■ Task statement:
Show all lines below holding the string "false".

▽

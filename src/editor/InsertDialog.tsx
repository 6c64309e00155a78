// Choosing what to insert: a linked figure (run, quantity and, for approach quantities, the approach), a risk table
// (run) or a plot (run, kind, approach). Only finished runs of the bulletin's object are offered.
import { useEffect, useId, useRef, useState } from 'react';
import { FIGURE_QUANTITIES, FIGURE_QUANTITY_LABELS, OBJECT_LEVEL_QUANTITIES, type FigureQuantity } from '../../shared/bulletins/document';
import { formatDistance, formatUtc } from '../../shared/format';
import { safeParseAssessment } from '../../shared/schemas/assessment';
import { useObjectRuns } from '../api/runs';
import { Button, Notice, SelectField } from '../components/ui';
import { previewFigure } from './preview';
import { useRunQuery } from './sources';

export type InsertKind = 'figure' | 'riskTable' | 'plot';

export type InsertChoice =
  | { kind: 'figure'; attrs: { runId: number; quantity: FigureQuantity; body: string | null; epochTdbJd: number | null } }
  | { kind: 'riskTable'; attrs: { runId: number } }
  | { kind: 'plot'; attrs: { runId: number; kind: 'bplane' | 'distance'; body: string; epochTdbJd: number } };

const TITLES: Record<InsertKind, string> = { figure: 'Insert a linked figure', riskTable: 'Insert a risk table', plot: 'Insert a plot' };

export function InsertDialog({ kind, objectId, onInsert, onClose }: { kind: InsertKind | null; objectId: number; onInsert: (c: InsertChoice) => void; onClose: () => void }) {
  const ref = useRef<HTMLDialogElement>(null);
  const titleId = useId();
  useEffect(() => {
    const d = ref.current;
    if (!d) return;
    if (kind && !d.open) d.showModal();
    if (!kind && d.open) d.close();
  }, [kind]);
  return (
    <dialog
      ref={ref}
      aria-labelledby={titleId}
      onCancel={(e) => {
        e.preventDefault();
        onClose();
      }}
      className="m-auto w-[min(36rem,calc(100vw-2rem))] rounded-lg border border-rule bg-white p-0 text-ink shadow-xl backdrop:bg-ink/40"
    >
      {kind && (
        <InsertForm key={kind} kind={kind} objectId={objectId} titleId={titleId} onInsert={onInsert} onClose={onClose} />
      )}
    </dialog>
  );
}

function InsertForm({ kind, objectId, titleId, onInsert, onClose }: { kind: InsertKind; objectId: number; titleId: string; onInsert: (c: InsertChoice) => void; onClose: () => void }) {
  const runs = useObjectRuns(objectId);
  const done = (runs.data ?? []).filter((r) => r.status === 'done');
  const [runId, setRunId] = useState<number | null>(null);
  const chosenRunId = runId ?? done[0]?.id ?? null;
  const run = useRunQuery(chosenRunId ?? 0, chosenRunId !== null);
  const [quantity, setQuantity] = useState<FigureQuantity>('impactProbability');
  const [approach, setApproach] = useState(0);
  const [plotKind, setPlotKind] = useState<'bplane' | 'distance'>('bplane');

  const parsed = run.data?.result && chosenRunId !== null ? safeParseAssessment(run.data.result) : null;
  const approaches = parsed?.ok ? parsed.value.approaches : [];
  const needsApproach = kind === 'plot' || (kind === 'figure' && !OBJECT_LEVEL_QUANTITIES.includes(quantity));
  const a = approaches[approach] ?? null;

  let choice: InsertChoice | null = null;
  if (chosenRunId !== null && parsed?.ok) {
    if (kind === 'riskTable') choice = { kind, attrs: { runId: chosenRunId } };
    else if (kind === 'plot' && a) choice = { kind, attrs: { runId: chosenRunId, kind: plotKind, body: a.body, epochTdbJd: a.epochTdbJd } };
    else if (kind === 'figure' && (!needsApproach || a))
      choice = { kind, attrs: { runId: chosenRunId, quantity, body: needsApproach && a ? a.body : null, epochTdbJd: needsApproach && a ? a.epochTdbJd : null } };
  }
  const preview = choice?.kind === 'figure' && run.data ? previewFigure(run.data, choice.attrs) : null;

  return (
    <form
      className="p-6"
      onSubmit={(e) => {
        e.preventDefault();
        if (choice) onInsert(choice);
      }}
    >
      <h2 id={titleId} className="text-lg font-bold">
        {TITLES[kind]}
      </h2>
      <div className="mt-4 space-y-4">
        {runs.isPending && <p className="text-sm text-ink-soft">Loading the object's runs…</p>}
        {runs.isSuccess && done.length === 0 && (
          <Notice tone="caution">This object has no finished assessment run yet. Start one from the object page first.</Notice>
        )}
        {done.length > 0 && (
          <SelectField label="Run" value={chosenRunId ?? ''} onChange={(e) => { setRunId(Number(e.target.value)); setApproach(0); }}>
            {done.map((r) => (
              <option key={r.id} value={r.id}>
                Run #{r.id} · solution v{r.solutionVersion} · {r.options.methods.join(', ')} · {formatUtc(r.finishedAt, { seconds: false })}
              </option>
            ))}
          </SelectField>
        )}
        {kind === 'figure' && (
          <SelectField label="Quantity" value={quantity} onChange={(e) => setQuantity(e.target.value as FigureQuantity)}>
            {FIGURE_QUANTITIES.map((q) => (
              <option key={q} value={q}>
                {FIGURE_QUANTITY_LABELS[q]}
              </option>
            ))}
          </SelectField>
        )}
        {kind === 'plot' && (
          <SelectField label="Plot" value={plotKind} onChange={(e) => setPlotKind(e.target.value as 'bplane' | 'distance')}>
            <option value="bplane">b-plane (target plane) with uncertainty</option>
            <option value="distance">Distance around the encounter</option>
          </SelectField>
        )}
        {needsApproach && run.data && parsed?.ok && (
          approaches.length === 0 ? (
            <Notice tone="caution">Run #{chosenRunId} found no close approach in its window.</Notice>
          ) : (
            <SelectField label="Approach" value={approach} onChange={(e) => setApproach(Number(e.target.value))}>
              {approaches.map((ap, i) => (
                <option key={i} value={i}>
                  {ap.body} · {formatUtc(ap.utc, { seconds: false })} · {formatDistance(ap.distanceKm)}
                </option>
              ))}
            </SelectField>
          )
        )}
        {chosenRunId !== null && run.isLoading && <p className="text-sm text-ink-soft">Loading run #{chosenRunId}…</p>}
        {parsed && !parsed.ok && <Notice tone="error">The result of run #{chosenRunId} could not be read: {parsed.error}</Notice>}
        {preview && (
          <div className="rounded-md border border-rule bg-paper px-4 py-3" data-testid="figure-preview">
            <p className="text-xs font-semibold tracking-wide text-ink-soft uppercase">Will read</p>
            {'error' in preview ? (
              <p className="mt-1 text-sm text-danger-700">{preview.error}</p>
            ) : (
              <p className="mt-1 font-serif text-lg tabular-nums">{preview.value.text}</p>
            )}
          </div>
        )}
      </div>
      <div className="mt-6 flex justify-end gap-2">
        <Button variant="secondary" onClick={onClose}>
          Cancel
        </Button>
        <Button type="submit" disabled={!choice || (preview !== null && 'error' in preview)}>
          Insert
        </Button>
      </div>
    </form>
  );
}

△

■ Exercise answer:
                Run #{r.id} · solution v{r.solutionVersion} · {r.options.methods.join(', ')} · {formatUtc(r.finishedAt, { seconds: false })}
                  {ap.body} · {formatUtc(ap.utc, { seconds: false })} · {formatDistance(ap.distanceKm)}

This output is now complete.